Here's the binary size when statically linking. It's closer to what you're getting:
$ g++ -static -g -O3 foo.cpp -lboost_regex-mt -lpthread
$ ls -l a.out
-rwxr-xr-x 1 void void 2019905 2010-05-20 11:16 a.out
$ size a.out
text data bss dec hex filename
1204517 5184 41976 1251677 13195d a.out
It's also possible that much of the large size is coming from other libraries the Boost.Regex library depends on. On my Ubuntu box, the dependencies for the Boost.Regex shared library are the following:
$ ldd /usr/lib/libboost_regex-mt.so.1.38.0
linux-gate.so.1 => (0x0053f000)
libicudata.so.40 => /usr/lib/libicudata.so.40 (0xb6a38000)
libicui18n.so.40 => /usr/lib/libicui18n.so.40 (0x009e0000)
libicuuc.so.40 => /usr/lib/libicuuc.so.40 (0x00672000)
librt.so.1 => /lib/tls/i686/cmov/librt.so.1 (0x001e2000)
libstdc++.so.6 => /usr/lib/libstdc++.so.6 (0x001eb000)
libm.so.6 => /lib/tls/i686/cmov/libm.so.6 (0x00110000)
libgcc_s.so.1 => /lib/libgcc_s.so.1 (0x009be000)
libpthread.so.0 => /lib/tls/i686/cmov/libpthread.so.0 (0x00153000)
libc.so.6 => /lib/tls/i686/cmov/libc.so.6 (0x002dd000)
/lib/ld-linux.so.2 (0x00e56000)
The ICU libraries can get quite large. Besides debugging symbols, perhaps they are the primary contributors to the size of your binary.
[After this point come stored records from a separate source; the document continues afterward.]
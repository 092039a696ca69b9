"""The engine's whole state as the protocol's ``Snapshot`` (see ``acquire/protocol.py``)."""

from __future__ import annotations

import weakref
from collections.abc import Mapping
from dataclasses import dataclass, field
from itertools import compress, repeat
from operator import attrgetter, eq, is_not, itemgetter, or_
from typing import TYPE_CHECKING, Any

from chargebook.acquire.protocol import (
    CAUTION,
    EngineState,
    EnvironmentInfo,
    FlagInfo,
    LiveReading,
    PromptInfo,
    ReadingInfo,
    ReadingPhase,
    SessionInfo,
    SetInfo,
    Snapshot,
    StepInfo,
)
from chargebook.acquire.record.store import EnvironmentRow, ReadingRow, SetRow
from chargebook.acquire.session import rules
from chargebook.acquire.session.numbering import next_reading_label, reading_labels
from chargebook.acquire.session.plan import Step

if TYPE_CHECKING:
    from chargebook.acquire.engine.engine import Engine, Results

S = EngineState

_ID = attrgetter("id")
_STATUS = itemgetter("status")
_STEP_INDEX = itemgetter("step_index")


@dataclass
class _Kept:
    """What an engine's last snapshot was built from, and the parts built, to be used again
    where nothing they depend on changed (the very objects: a client compares by identity,
    and :func:`protocol.snapshot_delta` finds what changed without comparing the rest)."""

    #: The sets' rows, their readings, whether each one's flags use the routine set's
    #: charge per MU, the plan, thresholds and that reference they were computed with.
    rows: list[SetRow] = field(default_factory=list)
    owns: list[tuple[ReadingRow, ...]] = field(default_factory=list)
    compared: list[bool] = field(default_factory=list)
    plan: object = None
    thresholds: object = None
    reference: float | None = None
    entries: list[SetInfo] = field(default_factory=list)
    #: The sets whose entry shows statistics and flags from before its latest readings.
    grown: set[int] = field(default_factory=set)
    #: The session's row and its entry; the environment rows and their entries.
    session: tuple[object, str, SessionInfo | None] = (None, "", None)
    environment: tuple[list[object], list[EnvironmentInfo]] = ([], [])


#: Per engine: what its last snapshot was built from (see :class:`_Kept`). A set's statistics
#: and flags are recomputed only when its row, its readings, the thresholds or the plan
#: changed, so a finished set costs nothing while another one is being taken, and finding
#: the set that changed among hundreds is a few passes in C, not a Python loop over them.
_KEPT: weakref.WeakKeyDictionary[Engine, _Kept] = weakref.WeakKeyDictionary()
Furthermore, in the statically linked case, it looks like the Boost.Regex library itself is comprised of large object files:
$ size --totals /usr/lib/libboost_regex-mt.a | sort -n
0 0 0 0 0 regex_debug.o (ex /usr/lib/libboost_regex-mt.a)
0 0 0 0 0 usinstances.o (ex /usr/lib/libboost_regex-mt.a)
0 0 0 0 0 w32_regex_traits.o (ex /usr/lib/libboost_regex-mt.a)
text data bss dec hex filename
435 0 0 435 1b3 regex_raw_buffer.o (ex /usr/lib/libboost_regex-mt.a)
480 0 0 480 1e0 static_mutex.o (ex /usr/lib/libboost_regex-mt.a)
1543 0 36 1579 62b cpp_regex_traits.o (ex /usr/lib/libboost_regex-mt.a)
3171 632 0 3803 edb regex_traits_defaults.o (ex /usr/lib/libboost_regex-mt.a)
5339 8 13 5360 14f0 c_regex_traits.o (ex /usr/lib/libboost_regex-mt.a)
5650 8 16 5674 162a wc_regex_traits.o (ex /usr/lib/libboost_regex-mt.a)
9075 4 32 9111 2397 regex.o (ex /usr/lib/libboost_regex-mt.a)
17052 8 4 17064 42a8 fileiter.o (ex /usr/lib/libboost_regex-mt.a)
61265 0 0 61265 ef51 wide_posix_api.o (ex /usr/lib/libboost_regex-mt.a)
61787 0 0 61787 f15b posix_api.o (ex /usr/lib/libboost_regex-mt.a)
80811 8 0 80819 13bb3 icu.o (ex /usr/lib/libboost_regex-mt.a)
116489 8 112 116609 1c781 instances.o (ex /usr/lib/libboost_regex-mt.a)
117874 8 112 117994 1ccea winstances.o (ex /usr/lib/libboost_regex-mt.a)
131104 0 0 131104 20020 cregex.o (ex /usr/lib/libboost_regex-mt.a)
612075 684 325 613084 95adc (TOTALS)
You could get up to ~600K coming from Boost.Regex alone if some or all of those object files get linked into your binary.